*What you will do*
Copy each line from the records below in which the word "tuple" is found.

(Items listed in a dataset)

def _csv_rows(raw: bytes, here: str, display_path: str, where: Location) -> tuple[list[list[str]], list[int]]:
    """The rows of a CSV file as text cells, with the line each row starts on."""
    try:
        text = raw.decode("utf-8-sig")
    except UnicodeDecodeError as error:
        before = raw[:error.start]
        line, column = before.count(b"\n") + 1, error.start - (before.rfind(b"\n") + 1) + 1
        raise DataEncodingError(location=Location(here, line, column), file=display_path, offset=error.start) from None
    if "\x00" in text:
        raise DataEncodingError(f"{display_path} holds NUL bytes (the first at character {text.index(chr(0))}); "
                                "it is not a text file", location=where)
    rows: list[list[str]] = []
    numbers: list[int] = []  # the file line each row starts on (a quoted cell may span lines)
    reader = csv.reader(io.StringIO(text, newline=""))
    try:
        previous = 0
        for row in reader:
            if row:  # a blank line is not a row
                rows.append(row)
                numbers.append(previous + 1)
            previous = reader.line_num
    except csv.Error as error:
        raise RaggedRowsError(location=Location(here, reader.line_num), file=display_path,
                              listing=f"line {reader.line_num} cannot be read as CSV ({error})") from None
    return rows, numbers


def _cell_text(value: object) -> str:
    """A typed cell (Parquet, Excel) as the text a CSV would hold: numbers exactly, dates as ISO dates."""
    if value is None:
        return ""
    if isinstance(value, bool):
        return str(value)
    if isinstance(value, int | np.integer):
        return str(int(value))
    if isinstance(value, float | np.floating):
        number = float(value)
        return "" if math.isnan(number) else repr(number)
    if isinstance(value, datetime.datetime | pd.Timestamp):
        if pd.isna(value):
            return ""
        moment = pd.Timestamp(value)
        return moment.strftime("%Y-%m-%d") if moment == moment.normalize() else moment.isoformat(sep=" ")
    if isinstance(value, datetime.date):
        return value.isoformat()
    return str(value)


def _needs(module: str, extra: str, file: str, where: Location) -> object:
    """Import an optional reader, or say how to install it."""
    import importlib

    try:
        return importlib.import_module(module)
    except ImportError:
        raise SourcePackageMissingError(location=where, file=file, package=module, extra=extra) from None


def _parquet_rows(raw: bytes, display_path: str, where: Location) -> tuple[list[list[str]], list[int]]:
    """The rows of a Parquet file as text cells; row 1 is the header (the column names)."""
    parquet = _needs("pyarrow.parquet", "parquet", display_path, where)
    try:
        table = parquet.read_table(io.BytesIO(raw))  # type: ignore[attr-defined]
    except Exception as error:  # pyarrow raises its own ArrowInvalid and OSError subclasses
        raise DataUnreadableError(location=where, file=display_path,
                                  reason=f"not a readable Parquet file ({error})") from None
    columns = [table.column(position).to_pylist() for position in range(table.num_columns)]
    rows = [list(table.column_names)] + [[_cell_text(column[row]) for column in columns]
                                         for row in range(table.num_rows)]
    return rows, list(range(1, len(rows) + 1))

* * *

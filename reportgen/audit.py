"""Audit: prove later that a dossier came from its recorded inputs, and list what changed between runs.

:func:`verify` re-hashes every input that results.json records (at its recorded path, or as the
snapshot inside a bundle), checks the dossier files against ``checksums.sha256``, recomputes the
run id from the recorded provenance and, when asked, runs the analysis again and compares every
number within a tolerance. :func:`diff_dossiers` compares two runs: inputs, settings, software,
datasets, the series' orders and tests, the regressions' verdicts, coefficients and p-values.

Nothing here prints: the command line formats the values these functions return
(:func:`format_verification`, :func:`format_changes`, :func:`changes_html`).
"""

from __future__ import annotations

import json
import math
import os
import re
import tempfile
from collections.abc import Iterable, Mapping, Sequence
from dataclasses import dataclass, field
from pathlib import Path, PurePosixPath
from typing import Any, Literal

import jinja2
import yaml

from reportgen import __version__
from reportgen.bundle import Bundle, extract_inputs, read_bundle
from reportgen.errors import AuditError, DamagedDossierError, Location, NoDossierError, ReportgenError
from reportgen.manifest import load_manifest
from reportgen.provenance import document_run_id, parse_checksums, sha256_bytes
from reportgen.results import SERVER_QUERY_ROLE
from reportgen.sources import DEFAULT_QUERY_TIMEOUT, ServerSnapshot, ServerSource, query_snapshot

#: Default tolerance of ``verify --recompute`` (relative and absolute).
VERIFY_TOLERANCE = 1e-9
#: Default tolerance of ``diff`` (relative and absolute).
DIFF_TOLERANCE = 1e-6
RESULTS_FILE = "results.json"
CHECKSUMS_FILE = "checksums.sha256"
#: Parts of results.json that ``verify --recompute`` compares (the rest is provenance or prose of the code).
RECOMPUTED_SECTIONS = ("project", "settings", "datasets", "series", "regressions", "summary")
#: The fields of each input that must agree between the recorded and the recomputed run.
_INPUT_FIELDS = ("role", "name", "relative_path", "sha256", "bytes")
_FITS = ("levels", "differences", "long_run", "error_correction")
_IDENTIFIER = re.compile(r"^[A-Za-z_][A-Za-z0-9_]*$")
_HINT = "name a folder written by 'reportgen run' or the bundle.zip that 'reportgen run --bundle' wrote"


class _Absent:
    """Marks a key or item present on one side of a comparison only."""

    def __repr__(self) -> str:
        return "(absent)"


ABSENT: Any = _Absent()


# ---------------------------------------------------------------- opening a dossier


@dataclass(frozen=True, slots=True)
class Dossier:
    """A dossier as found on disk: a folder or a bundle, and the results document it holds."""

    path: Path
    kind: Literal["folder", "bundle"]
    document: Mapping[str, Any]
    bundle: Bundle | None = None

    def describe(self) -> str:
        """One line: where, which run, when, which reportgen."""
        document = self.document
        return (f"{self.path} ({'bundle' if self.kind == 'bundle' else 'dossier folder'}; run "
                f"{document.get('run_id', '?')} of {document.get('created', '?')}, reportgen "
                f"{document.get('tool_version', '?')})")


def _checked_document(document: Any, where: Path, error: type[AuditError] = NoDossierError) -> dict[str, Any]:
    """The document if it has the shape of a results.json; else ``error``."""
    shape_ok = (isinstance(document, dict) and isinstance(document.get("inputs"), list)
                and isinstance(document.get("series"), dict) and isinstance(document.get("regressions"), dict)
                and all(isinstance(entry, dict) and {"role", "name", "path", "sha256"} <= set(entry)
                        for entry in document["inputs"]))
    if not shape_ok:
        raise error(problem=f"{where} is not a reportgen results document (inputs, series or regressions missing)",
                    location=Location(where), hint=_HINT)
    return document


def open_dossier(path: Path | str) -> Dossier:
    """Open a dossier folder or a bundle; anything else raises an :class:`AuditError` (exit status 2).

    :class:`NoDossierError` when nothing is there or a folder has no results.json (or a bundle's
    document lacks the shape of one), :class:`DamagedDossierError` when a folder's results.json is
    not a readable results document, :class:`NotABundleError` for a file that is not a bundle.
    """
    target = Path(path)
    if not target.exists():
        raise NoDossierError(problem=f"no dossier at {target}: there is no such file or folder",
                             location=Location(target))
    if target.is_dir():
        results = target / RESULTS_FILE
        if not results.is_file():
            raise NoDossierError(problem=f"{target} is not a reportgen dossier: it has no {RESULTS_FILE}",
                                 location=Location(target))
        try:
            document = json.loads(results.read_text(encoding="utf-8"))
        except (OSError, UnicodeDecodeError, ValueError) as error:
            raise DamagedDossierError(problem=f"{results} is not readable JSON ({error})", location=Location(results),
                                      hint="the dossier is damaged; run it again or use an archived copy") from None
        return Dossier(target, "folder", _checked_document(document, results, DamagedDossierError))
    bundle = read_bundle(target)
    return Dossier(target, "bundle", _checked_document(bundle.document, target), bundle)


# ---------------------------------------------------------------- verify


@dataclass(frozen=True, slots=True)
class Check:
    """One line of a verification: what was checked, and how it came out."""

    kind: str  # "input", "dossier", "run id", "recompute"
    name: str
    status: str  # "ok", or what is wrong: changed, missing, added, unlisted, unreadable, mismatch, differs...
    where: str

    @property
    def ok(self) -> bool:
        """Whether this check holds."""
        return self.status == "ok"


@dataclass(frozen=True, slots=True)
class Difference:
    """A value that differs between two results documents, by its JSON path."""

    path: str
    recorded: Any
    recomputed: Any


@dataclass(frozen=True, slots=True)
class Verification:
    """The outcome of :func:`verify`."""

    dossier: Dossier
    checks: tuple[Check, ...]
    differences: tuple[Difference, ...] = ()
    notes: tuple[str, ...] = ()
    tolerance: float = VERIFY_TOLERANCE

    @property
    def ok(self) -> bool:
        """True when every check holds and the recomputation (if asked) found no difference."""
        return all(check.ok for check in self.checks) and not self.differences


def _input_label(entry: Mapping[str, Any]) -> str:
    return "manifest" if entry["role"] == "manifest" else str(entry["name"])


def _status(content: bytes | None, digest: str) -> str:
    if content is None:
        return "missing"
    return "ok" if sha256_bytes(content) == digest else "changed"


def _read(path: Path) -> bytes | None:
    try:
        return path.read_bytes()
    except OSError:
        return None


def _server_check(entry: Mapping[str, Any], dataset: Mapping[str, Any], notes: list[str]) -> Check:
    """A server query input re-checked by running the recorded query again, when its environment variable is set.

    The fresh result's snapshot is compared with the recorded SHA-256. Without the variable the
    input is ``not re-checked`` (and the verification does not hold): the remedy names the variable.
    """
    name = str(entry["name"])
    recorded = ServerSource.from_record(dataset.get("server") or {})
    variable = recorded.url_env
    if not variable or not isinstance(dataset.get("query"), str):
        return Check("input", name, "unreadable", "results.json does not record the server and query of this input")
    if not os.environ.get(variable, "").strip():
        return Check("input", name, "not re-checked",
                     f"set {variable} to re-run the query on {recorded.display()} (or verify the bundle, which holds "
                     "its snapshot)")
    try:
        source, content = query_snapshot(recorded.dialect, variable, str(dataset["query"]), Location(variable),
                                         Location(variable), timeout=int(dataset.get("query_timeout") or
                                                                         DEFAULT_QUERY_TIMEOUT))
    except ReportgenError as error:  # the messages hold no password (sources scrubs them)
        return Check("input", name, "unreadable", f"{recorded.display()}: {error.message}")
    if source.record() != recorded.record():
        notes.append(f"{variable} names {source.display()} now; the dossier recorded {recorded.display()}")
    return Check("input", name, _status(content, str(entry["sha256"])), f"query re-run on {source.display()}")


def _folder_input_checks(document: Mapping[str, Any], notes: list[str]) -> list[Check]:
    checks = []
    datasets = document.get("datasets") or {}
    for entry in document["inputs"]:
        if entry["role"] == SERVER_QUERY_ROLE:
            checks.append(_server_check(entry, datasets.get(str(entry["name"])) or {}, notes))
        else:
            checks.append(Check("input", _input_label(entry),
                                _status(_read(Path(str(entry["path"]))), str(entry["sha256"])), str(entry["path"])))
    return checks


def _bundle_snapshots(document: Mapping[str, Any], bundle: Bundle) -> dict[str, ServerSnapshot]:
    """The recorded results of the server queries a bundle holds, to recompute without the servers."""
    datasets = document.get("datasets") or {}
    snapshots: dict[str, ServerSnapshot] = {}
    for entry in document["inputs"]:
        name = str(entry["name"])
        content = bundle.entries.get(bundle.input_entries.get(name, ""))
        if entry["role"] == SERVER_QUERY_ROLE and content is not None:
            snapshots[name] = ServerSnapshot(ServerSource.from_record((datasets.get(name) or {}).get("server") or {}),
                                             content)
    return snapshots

*Answer to this exercise*
def _csv_rows(raw: bytes, here: str, display_path: str, where: Location) -> tuple[list[list[str]], list[int]]:
def _parquet_rows(raw: bytes, display_path: str, where: Location) -> tuple[list[list[str]], list[int]]:
    checks: tuple[Check, ...]
    differences: tuple[Difference, ...] = ()
    notes: tuple[str, ...] = ()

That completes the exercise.